Exams such as the SAT and Advanced Placement are incredibly time-consuming and overwhelming if students have an intense high school workload. Students who take these exams and participate in their courses are also more prone to stress and panic attacks. 

Additionally, these exams are high cost. In 2019, a standard SAT exam costs $52 and can rise to $68 if the student plans on taking the essay portion of the exam. On the other end, the most recent standard ACT costs $60 and $85 with the essay section.

Even though there are fee waivers, college counselors typically advise high school students to take the tests more than once. Consequently, families can spend hundreds of dollars for students to earn competitive scores on these exams. This makes college testing a multimillion-dollar industry. 

The College Board is a non-profit organization that expanded access to higher education by administering the PSAT, SAT and AP exams. However, it now operates as a lucrative and robust business. In 2017, it made over $1 billion in profits from managing exams and increased its earnings to $1.2 billion in 2020. 

By generating this much revenue from their exams, the organization has about $1.1 billion in savings and investments. According to Forbes, top College Board executives have put $160 million in tax havens in the Caribbean, with possibly more in hidden accounts in Mauritius. Hence, the College Board created a large educational empire with the public’s wealth and minimum transparency.

Meanwhile, the College Board’s CEO, David Coleman, has a nearly $2 million salary while other top executives make $300,000 to $500,000 per year.  

Since no other corporation distributes PSAT, SAT and AP exams, the College Board has a monopoly on education, controlling tests and test preparation prices. 

White and Asian students, who are less likely to come from low-income families, perform better than Latinx and Black students on SAT and AP exams. One study found the mean score on the math section of the SAT is 511 out of 800; the average scores for Black and Latinx students were 428 and 457, respectively, while scores for white and Asian students were 534 and 598. When it comes to enrollment in AP classes, Black and Latinx students only account for 9% and 21% of students in these courses. 

The problem with standardized testing is that the rich abuse the system and can afford to spend money to outcompete others. After all, research has shown that SAT scores often correlate with family income, parents’ education level and race

Despite the College Board’s classist framework, there is public trust in this tax-exempt monopoly. The College Board has committed to remaining nonpartisan and nondirective. It has allowed states, school districts and teachers to use a diverse scope of academic outlooks to work with the system. The federal government supports the College Board by endowing millions of dollars to them.

To stop the College Board from profiting off high schoolers’ educational efforts, universities and colleges themselves must change how they admit their students. 
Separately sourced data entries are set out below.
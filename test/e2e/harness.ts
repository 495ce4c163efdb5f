/**
 * Scenarios against the built page in a real browser. A file `*.e2e.ts` registers them with `scenario`; src/tools/e2e.mjs runs each in a fresh
 * browser profile on a local server and fails it on anything the page was not asked to do: an error, a console error (breaches of the security
 * policy are among them), a request that fails, a request to another server.
 */
import type { Page } from 'puppeteer-core';

export interface Visit {
  page: Page;
  /** Address of the page's folder on the local server, with a slash at its end. */
  url: string;
  /** Opens the page and waits until it has loaded and is quiet; `path` is added to the address, e.g. `#design`. */
  open(path?: string): Promise<void>;
  /** What went wrong so far. A scenario that provokes an error checks it here and takes it out. */
  problems: string[];
  /** Serves a copy of the built page of the scenario's own, to be changed or taken away. */
  serveCopy(): Promise<PageServer>;
}

export interface PageServer {
  /** Where the copy lies. */
  folder: string;
  url: string;
  /** After a change in the folder: makes it a whole build again, with a service worker that names its files. */
  publish(): Promise<void>;
  /** The network is cut: nothing answers any more. */
  close(): Promise<void>;
}

export interface Scenario {
  /** A sentence of behaviour. */
  name: string;
  run(visit: Visit): Promise<void>;
}

/** Every scenario of the file at hand, in order. */
export const scenarios: Scenario[] = [];

/** Registers a scenario: it fails by throwing. Check with `node:assert/strict`. */
export function scenario(name: string, run: Scenario['run']): void {
  scenarios.push({ name, run });
}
As a substitute for standardized tests, universities should interview prospective students or ask them to submit videos of themselves. A solution for a school like USC is to consider the state’s 11th-grade assessment test, which has less of a varying impact on minority students. 

Schools in the United States could follow the example set by Finnish schools, which include no standardized tests that eliminate rankings and competition between students. Therefore, it is difficult for an organization to control students’ higher-learning readiness. 

States must opt out of SAT and AP exams. For example, California could withdraw from the College Board’s testing program. It could authorize the state’s board of education to produce its own SAT or AP-esque test consistent with the state’s educational goals if they deem a standardized test necessary. 

Once public and private colleges approve such an exam and more higher-learning institutions decline SAT and ACT exams, the market economy would turn against the College Board. As states create contracts with new companies to provide testing for their students, the College Board’s monopoly will begin to collapse.  

Universities must follow alternative routes to testing so that a single corrupt, exploitative entity does not measure high schoolers’ college readiness.